▶ _Work order_:
Only the lines below from the one containing "const stack = [0, n - 1];" to the one containing "for (let i = 0; i < n; i++)" should be repeated, both included and unchanged.

▶ _Material provided_:
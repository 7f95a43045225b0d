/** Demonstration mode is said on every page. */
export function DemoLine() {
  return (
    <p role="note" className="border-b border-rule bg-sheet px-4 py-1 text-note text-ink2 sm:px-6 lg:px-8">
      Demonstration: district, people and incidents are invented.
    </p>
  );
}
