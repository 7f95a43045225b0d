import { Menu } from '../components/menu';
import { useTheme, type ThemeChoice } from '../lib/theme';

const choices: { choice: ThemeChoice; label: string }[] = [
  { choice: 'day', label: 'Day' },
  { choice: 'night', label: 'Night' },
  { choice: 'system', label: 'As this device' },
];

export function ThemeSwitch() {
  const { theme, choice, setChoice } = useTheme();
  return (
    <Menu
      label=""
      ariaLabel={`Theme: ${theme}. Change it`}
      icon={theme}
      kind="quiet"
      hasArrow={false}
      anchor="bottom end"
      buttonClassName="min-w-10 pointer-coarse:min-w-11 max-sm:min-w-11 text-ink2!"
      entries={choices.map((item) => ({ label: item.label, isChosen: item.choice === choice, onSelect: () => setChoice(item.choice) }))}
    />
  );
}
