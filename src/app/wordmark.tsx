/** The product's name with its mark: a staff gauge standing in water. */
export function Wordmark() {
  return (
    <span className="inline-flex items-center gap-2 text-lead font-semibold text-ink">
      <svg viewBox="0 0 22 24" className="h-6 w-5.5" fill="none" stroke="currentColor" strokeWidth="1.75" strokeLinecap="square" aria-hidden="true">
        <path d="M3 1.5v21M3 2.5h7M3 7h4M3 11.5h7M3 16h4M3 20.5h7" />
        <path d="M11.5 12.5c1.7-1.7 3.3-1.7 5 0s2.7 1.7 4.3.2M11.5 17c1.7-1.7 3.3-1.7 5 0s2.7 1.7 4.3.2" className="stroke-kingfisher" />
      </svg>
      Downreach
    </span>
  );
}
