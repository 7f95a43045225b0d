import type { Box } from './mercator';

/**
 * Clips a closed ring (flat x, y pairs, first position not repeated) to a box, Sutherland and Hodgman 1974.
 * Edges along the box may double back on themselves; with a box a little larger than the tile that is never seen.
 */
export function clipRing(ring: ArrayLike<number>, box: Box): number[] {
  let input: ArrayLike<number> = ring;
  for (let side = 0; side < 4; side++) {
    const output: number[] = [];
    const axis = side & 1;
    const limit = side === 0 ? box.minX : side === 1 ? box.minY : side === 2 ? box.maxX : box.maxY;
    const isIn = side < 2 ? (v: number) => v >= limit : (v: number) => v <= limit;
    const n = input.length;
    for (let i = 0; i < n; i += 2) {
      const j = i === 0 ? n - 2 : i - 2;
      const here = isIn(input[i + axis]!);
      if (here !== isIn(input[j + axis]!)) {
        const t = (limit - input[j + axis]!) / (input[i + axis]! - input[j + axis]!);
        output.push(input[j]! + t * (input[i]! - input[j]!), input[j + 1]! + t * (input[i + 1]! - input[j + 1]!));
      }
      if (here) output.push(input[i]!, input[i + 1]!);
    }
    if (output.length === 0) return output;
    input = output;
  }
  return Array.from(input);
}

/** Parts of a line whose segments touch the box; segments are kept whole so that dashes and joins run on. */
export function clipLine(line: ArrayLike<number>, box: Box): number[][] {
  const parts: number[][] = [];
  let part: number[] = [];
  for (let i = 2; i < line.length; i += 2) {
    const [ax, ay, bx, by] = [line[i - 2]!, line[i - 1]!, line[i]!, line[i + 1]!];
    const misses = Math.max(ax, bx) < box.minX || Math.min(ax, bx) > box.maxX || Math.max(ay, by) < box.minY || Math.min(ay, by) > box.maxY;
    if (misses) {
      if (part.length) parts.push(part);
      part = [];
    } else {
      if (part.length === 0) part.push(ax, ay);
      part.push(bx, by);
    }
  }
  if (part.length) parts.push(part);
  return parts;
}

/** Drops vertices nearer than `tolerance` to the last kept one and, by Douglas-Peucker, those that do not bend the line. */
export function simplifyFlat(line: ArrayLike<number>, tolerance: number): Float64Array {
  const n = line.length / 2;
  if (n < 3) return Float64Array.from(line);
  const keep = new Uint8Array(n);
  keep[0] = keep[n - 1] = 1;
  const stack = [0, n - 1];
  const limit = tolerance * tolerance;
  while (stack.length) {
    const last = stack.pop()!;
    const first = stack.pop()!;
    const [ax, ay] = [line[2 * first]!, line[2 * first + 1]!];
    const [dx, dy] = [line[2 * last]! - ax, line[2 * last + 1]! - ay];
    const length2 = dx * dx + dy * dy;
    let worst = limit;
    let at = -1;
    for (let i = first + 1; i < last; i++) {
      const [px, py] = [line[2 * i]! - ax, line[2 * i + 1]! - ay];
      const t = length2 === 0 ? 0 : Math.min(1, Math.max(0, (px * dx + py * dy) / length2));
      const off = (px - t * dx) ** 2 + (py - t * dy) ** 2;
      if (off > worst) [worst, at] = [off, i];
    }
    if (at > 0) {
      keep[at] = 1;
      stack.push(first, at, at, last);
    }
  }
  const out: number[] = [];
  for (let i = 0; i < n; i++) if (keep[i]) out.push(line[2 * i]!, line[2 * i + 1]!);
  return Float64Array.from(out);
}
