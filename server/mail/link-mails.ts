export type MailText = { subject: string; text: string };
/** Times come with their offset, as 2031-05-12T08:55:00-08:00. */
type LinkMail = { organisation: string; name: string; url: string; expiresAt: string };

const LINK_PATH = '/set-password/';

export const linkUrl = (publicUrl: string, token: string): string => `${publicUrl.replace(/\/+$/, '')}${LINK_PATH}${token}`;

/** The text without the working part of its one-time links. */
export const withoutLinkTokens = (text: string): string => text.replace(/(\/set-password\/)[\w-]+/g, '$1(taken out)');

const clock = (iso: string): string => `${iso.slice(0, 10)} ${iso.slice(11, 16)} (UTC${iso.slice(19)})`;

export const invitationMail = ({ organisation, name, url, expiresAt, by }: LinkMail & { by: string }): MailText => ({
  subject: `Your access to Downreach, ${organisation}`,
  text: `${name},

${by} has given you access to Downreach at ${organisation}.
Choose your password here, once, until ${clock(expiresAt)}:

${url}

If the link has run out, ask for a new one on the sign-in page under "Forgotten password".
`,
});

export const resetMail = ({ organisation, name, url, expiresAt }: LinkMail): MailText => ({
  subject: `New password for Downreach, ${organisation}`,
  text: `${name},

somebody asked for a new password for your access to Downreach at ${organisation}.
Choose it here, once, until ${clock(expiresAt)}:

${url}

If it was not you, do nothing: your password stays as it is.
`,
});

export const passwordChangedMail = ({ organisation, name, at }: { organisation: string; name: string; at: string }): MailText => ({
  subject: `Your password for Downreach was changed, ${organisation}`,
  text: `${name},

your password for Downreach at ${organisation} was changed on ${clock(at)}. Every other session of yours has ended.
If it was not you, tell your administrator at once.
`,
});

▶ _Your response_:
  const stack = [0, n - 1];
  const limit = tolerance * tolerance;
  while (stack.length) {
    const last = stack.pop()!;
    const first = stack.pop()!;
    const [ax, ay] = [line[2 * first]!, line[2 * first + 1]!];
    const [dx, dy] = [line[2 * last]! - ax, line[2 * last + 1]! - ay];
    const length2 = dx * dx + dy * dy;
    let worst = limit;
    let at = -1;
    for (let i = first + 1; i < last; i++) {
      const [px, py] = [line[2 * i]! - ax, line[2 * i + 1]! - ay];
      const t = length2 === 0 ? 0 : Math.min(1, Math.max(0, (px * dx + py * dy) / length2));
      const off = (px - t * dx) ** 2 + (py - t * dy) ** 2;
      if (off > worst) [worst, at] = [off, i];
    }
    if (at > 0) {
      keep[at] = 1;
      stack.push(first, at, at, last);
    }
  }
  const out: number[] = [];
  for (let i = 0; i < n; i++) if (keep[i]) out.push(line[2 * i]!, line[2 * i + 1]!);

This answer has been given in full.